Count the lines in the entries that contain "Font". Say the number and nothing more.

THE DATA
*** Block opens ***

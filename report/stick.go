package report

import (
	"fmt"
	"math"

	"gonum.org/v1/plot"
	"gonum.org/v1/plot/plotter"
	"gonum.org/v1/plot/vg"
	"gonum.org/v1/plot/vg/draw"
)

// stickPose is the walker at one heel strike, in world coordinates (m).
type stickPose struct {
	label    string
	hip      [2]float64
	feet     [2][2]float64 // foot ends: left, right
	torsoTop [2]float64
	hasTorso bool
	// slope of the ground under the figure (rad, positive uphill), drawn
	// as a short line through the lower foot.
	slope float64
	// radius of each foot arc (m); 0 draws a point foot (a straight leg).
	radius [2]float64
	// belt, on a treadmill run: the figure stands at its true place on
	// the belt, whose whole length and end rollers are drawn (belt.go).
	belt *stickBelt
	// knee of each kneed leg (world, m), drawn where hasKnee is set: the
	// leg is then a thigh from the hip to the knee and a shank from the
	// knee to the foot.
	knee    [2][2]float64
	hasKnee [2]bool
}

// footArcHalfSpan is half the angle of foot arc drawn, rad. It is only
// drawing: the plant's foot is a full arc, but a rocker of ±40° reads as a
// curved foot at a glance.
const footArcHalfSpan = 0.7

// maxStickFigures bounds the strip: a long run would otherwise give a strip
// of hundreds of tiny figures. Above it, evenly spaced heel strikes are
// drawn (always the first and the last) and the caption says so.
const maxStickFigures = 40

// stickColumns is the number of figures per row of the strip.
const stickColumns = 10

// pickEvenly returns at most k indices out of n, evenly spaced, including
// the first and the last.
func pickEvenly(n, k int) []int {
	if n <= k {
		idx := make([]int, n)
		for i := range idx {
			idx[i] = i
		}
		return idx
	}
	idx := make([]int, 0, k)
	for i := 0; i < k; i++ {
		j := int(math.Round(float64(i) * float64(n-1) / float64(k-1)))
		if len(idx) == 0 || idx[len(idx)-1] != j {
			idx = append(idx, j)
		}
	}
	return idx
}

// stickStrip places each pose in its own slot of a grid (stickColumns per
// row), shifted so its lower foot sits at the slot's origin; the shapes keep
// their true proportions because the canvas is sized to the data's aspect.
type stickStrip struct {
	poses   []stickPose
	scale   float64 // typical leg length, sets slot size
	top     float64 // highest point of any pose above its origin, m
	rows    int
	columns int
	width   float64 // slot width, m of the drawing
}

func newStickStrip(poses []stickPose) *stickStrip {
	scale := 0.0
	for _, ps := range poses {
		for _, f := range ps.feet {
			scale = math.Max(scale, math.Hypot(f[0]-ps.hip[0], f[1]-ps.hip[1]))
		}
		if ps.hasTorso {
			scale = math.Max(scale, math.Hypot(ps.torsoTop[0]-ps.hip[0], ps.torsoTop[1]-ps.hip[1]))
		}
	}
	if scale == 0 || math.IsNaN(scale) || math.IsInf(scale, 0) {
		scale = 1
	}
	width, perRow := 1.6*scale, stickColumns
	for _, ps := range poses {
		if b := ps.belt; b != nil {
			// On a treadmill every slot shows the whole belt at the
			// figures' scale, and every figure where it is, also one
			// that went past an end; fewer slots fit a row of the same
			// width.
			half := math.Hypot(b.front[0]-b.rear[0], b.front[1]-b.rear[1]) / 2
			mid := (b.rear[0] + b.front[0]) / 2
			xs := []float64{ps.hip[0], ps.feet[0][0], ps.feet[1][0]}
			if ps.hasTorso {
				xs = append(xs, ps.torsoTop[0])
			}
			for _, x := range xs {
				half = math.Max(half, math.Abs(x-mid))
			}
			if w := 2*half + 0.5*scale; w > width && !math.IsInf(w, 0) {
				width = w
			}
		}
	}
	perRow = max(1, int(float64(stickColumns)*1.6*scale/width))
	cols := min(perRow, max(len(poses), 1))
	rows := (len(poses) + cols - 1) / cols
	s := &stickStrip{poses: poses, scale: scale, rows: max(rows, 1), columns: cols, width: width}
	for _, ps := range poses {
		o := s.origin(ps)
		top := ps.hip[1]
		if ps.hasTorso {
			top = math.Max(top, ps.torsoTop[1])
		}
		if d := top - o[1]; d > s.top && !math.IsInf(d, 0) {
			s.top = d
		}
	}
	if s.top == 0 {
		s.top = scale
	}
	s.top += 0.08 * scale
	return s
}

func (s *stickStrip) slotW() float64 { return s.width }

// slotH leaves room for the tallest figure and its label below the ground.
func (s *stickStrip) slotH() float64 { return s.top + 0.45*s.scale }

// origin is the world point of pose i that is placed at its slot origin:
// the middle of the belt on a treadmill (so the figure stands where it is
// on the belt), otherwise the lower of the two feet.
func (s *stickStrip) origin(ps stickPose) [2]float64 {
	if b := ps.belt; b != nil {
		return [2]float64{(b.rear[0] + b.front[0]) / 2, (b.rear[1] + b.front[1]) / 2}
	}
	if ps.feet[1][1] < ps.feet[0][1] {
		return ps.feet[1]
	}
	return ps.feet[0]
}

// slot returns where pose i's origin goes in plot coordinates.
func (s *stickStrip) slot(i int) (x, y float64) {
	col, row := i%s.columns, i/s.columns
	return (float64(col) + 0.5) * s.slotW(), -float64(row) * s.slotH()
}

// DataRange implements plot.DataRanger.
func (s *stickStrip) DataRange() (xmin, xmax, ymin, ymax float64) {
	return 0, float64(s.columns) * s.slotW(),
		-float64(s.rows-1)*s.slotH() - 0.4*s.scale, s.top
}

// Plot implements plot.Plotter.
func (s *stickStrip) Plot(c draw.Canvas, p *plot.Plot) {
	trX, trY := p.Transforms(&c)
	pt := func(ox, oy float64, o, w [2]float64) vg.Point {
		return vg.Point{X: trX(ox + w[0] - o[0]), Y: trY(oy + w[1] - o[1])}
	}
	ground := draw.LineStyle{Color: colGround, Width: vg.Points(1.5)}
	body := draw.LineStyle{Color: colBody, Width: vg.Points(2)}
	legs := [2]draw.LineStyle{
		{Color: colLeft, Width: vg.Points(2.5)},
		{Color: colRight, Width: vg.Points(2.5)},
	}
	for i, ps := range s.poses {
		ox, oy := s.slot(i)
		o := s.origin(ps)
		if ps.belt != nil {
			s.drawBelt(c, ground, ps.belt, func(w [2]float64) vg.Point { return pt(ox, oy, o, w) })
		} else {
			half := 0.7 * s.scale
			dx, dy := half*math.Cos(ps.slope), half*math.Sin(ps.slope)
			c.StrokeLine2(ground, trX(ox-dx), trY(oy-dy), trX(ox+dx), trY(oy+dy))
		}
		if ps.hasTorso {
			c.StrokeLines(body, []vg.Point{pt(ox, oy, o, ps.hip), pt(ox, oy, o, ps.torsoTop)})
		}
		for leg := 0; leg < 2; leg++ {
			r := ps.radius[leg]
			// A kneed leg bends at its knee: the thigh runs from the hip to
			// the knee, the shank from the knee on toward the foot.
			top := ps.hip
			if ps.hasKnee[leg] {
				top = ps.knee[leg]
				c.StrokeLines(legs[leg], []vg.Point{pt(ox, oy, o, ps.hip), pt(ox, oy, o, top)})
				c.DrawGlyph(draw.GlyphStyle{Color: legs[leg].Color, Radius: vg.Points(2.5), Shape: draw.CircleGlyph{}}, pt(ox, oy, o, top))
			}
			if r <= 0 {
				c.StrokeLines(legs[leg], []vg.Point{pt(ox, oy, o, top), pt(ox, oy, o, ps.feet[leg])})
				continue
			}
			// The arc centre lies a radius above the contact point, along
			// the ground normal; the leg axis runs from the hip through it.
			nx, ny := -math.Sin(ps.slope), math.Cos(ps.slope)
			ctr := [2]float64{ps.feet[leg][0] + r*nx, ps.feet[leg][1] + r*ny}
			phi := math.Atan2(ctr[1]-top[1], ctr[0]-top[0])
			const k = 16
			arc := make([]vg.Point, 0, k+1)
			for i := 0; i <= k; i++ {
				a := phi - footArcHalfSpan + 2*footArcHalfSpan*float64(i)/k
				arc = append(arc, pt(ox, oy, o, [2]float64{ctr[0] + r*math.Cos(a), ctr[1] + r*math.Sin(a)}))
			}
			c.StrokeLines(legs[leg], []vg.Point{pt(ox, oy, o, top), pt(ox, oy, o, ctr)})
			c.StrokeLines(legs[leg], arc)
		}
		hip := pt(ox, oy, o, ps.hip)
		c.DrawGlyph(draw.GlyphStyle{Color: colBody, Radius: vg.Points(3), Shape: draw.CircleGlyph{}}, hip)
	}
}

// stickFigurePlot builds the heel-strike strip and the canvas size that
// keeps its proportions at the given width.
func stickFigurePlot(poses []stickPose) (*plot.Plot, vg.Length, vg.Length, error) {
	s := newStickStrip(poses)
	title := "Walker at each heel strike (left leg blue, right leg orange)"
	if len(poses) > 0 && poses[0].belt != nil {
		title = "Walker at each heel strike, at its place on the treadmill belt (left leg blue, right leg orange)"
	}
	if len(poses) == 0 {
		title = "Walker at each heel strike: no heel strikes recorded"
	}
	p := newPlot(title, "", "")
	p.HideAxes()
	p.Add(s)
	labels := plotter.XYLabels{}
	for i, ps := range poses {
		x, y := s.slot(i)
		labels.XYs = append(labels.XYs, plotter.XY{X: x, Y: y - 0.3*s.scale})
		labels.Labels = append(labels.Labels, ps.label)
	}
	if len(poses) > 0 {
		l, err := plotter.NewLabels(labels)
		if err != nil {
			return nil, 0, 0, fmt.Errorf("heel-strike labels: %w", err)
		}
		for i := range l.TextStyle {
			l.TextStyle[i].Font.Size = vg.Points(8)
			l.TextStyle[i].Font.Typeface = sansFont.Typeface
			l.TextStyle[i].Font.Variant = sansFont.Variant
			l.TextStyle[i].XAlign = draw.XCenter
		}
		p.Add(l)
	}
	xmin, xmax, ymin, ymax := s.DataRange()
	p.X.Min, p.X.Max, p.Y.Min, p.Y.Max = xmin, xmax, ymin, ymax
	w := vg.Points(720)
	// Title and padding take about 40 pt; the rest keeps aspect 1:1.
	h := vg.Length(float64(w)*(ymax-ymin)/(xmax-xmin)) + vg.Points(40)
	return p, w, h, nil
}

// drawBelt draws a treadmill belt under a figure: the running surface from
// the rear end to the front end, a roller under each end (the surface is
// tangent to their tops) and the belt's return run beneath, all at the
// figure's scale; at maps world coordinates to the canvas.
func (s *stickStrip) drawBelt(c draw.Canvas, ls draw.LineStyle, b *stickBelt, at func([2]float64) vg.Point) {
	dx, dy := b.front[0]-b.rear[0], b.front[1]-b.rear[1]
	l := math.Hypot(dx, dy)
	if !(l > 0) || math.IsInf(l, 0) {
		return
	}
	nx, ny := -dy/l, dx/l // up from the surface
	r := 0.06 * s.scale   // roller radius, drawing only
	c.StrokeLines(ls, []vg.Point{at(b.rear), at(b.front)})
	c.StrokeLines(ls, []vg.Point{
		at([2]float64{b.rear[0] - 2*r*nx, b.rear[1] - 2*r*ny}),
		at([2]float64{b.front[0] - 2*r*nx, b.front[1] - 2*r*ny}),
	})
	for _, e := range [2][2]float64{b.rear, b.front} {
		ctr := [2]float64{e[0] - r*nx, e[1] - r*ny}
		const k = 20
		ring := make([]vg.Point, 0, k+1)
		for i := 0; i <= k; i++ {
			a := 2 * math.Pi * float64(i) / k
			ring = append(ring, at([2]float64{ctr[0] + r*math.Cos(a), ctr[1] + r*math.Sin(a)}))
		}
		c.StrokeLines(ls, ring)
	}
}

*** Block closes ***

ANSWER SECTION
3